Your task:
Below are entries. Reproduce exactly the lines between the line holding "j of site i)" and the line holding "that leaves the", inclusive, and only those.
--- Data to process Enclosed Below ---
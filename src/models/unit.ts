/**
 * The unit-level model (nested-error regression; Battese, Harter & Fuller 1988, JASA 83(401))
 * and its collapsed Gibbs sampler, working on per-site sufficient statistics only.
 *
 *   y_ij = x_ijᵀβ + u_i + e_ij,  u_i ~ N(0, σ_u²), e_ij ~ N(0, σ_e²)   (unit j of site i)
 *   target μ_i = X̄_iᵀβ + u_i, X̄_i the population means of the covariates; or, with the finite-
 *   population option, the population mean of y in site i: the sampled units' values plus model
 *   predictions for the N_i − n_i others.
 *   β ~ fixed prior (flat or normal); σ_u, σ_e ~ hyperpriors (uniform on σ, half-Cauchy,
 *   inverse-gamma on σ²), as for the area model.
 *
 * ## The marginal of (σ_u², σ_e²), β and u integrated out
 * For site i the n_i responses are N(X_iβ, V_i) with V_i = σ_e² I + σ_u² 11ᵀ, whose inverse and
 * determinant are closed-form: V_i⁻¹ = σ_e⁻²(I − γ_i/n_i 11ᵀ), γ_i = σ_u²/(σ_u² + σ_e²/n_i),
 * |V_i| = σ_e^{2(n_i−1)} n_i (σ_u² + σ_e²/n_i) (Rao & Molina 2015, Small Area Estimation 2nd ed.,
 * §4.3 and §7.1, recalled). Splitting each site's residuals into their mean and the deviations
 * from it gives
 *   (y_i − X_iβ)ᵀV_i⁻¹(y_i − X_iβ) = R_i(β)/σ_e² + w_i (ȳ_i − x̄_iᵀβ)²,  w_i = 1/(σ_u² + σ_e²/n_i),
 * with R_i(β) = Σ_j ((y_ij − ȳ_i) − (x_ij − x̄_i)ᵀβ)² the within-site residual sum of squares:
 * a quadratic in β whose coefficients are the within-site cross-products of (x, y). So the
 * likelihood depends on the units only through n_i, x̄_i, ȳ_i and the within cross-products
 * pooled over sites (W). Integrating β out as a Gaussian (prior precision Λ, flat: Λ = 0):
 *   log p(σ_u², σ_e² | y) = log p(σ_u) + log p(σ_e) − ½[(N − m_s) log σ_e² + Σ_i log(σ_u² + σ_e²/n_i)
 *                           + log|P| + c − bᵀP⁻¹b] + const,
 *   P = W_xx/σ_e² + Σ_i w_i x̄_i x̄_iᵀ + Λ,  b = W_xy/σ_e² + Σ_i w_i x̄_i ȳ_i + Λβ₀,
 *   c = W_yy/σ_e² + Σ_i w_i ȳ_i² + β₀ᵀΛβ₀,
 * sums over the m_s sampled sites, N = Σ n_i. With a flat prior this is the restricted
 * (REML) likelihood of Patterson & Thompson (1971) / Harville (1974), which the tests use
 * against the published REML values of the corn data. Sites sharing one n_i share one w_i, so
 * each evaluation sums over the distinct sample sizes, not over sites.
 *
 * ## Sampler (collapsed Gibbs, one sweep)
 * 1. σ_e | σ_u, y and 2. σ_u | σ_e, y on the 2-D marginal above — each a step that leaves the
 *    collapsed posterior p(σ_u, σ_e | y) invariant. As for the area model (src/models/area.ts),
 *    four updates are available: univariate slice sampling (Neal 2003, Annals of Statistics
 *    31(3): stepping out and shrinkage) on log σ or on σ, and independence Metropolis–Hastings
 *    (Tierney 1994) with a Student-t proposal fitted in warmup, on log σ or folded on σ. Warmup
 *    tries them in turn and, per parameter, sampling keeps the one that moved log σ farthest per
 *    unit of cost (an evaluation costs one unit per distinct sample size).
 * 3. β | σ's, y ~ N(P⁻¹b, P⁻¹), from the factor left by the last marginal evaluation.
 * 4. u_i | β, σ's, y ~ N(γ_i (ȳ_i − x̄_iᵀβ), γ_i σ_e²/n_i); u_i ~ N(0, σ_u²) where n_i = 0.
 * 5. μ_i = X̄_iᵀβ + u_i, or the finite-population mean
 *    f_i ȳ_i + (1 − f_i)(X̄ʳ_iᵀβ + u_i + ē_i), f_i = n_i/N_i, X̄ʳ_i = (N_i X̄_i − n_i x̄_i)/(N_i − n_i)
 *    the mean covariates of the units not sampled, ē_i ~ N(0, σ_e²/(N_i − n_i)) their mean error
 *    (Battese, Harter & Fuller 1988 §2; Rao & Molina 2015 §7.1.1, recalled).
 * Because σ_u is drawn with β and u integrated out, nothing ties it to the current site effects,
 * and the sweep does not stall when σ_u is near zero, the slow corner of plain Gibbs (Gelman
 * 2006, Bayesian Analysis 1(3); Yu & Meng 2011, JCGS 20(3)). The σ_e marginal is sharp (many
 * units); the slice width tuned in warmup follows it.
 *
 * Numerics: β is sampled in centred and scaled coordinates (covariates minus their unit mean,
 * divided by their sd; the response minus its mean), β = Aβ̃ + a, so P is well conditioned
 * whatever the units of the covariates; the coefficient prior is carried over exactly
 * (Λ̃ = AᵀΛA), and β is mapped back before it is recorded.
 */
import type { CoefficientPrior, ScalePrior } from '../config/types.js';
import type { UnitData } from '../data/unit-data.js';
import type { Kernel, Phase } from '../sampler/kernel.js';
import type { Rng } from '../sampler/rng.js';
import { normal } from '../sampler/variates.js';
import { logPriorLogSigma } from './area.js';
import {
  independenceScaleUpdate,
  PROPOSAL_INFLATION,
  sliceScaleUpdate,
  type SliceScale,
} from '../sampler/scale-updates.js';
import { choleskyLower, solveLowerInPlace, solveUpperTransposedInPlace } from './linalg.js';

export interface UnitModelSpec {
  data: UnitData;
  coefficients: CoefficientPrior;
  siteSd: ScalePrior;
  unitSd: ScalePrior;
}

/** Monitored quantity names, in recording order: coefficients, site_sd, unit_sd, every site. */
export function unitQuantities(data: Pick<UnitData, 'coefficientNames' | 'siteIds'>): string[] {
  return [
    ...data.coefficientNames.map((name) => `coef:${name}`),
    'site_sd',
    'unit_sd',
    ...data.siteIds.map((id) => `site:${id}`),
  ];
}

/** The closed-form pieces of the marginal, in centred coordinates; shared with the exact posterior. */
export interface UnitCore {
  p: number;
  /** Terms per row: packed x̃x̃ᵀ (p(p+1)/2), x̃ỹ (p), ỹ² (1). */
  width: number;
  /** N − m_s: the within-site degrees of freedom of σ_e. */
  withinDf: number;
  /**
   * Distinct sample sizes among sampled sites, their counts, and per size the summed terms of the
   * site means, stored term-major (term c of size g at c·groups + g) so that each term's weighted
   * sum is one tight dot product.
   */
  groups: number;
  groupN: Float64Array;
  groupCount: Float64Array;
  groupTerms: Float64Array;
  /** Each site's index among the distinct sample sizes (−1 for an unsampled site). */
  siteGroup: Int32Array;
  /** Pooled within-site cross-products in the same layout (centred coordinates). */
  within: Float64Array;
  /** Prior precision Λ̃ (p × p), Λ̃b̃₀ (p) and b̃₀ᵀΛ̃b̃₀ in centred coordinates; zero for a flat prior. */
  priorPrecision: Float64Array;
  priorLinear: Float64Array;
  priorConstant: number;
  /** β = A β̃ + a. */
  A: Float64Array;
  a: Float64Array;
  /** Centring of the covariates (unit means), their scales, and of the response. */
  centre: Float64Array;
  scale: Float64Array;
  responseCentre: number;
}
--- End of Enclosed Data to process ---
Result of the exercise:
 *   y_ij = x_ijᵀβ + u_i + e_ij,  u_i ~ N(0, σ_u²), e_ij ~ N(0, σ_e²)   (unit j of site i)
 *   target μ_i = X̄_iᵀβ + u_i, X̄_i the population means of the covariates; or, with the finite-
 *   population option, the population mean of y in site i: the sampled units' values plus model
 *   predictions for the N_i − n_i others.
 *   β ~ fixed prior (flat or normal); σ_u, σ_e ~ hyperpriors (uniform on σ, half-Cauchy,
 *   inverse-gamma on σ²), as for the area model.
 *
 * ## The marginal of (σ_u², σ_e²), β and u integrated out
 * For site i the n_i responses are N(X_iβ, V_i) with V_i = σ_e² I + σ_u² 11ᵀ, whose inverse and
 * determinant are closed-form: V_i⁻¹ = σ_e⁻²(I − γ_i/n_i 11ᵀ), γ_i = σ_u²/(σ_u² + σ_e²/n_i),
 * |V_i| = σ_e^{2(n_i−1)} n_i (σ_u² + σ_e²/n_i) (Rao & Molina 2015, Small Area Estimation 2nd ed.,
 * §4.3 and §7.1, recalled). Splitting each site's residuals into their mean and the deviations
 * from it gives
 *   (y_i − X_iβ)ᵀV_i⁻¹(y_i − X_iβ) = R_i(β)/σ_e² + w_i (ȳ_i − x̄_iᵀβ)²,  w_i = 1/(σ_u² + σ_e²/n_i),
 * with R_i(β) = Σ_j ((y_ij − ȳ_i) − (x_ij − x̄_i)ᵀβ)² the within-site residual sum of squares:
 * a quadratic in β whose coefficients are the within-site cross-products of (x, y). So the
 * likelihood depends on the units only through n_i, x̄_i, ȳ_i and the within cross-products
 * pooled over sites (W). Integrating β out as a Gaussian (prior precision Λ, flat: Λ = 0):
 *   log p(σ_u², σ_e² | y) = log p(σ_u) + log p(σ_e) − ½[(N − m_s) log σ_e² + Σ_i log(σ_u² + σ_e²/n_i)
 *                           + log|P| + c − bᵀP⁻¹b] + const,
 *   P = W_xx/σ_e² + Σ_i w_i x̄_i x̄_iᵀ + Λ,  b = W_xy/σ_e² + Σ_i w_i x̄_i ȳ_i + Λβ₀,
 *   c = W_yy/σ_e² + Σ_i w_i ȳ_i² + β₀ᵀΛβ₀,
 * sums over the m_s sampled sites, N = Σ n_i. With a flat prior this is the restricted
 * (REML) likelihood of Patterson & Thompson (1971) / Harville (1974), which the tests use
 * against the published REML values of the corn data. Sites sharing one n_i share one w_i, so
 * each evaluation sums over the distinct sample sizes, not over sites.
 *
 * ## Sampler (collapsed Gibbs, one sweep)
 * 1. σ_e | σ_u, y and 2. σ_u | σ_e, y on the 2-D marginal above — each a step that leaves the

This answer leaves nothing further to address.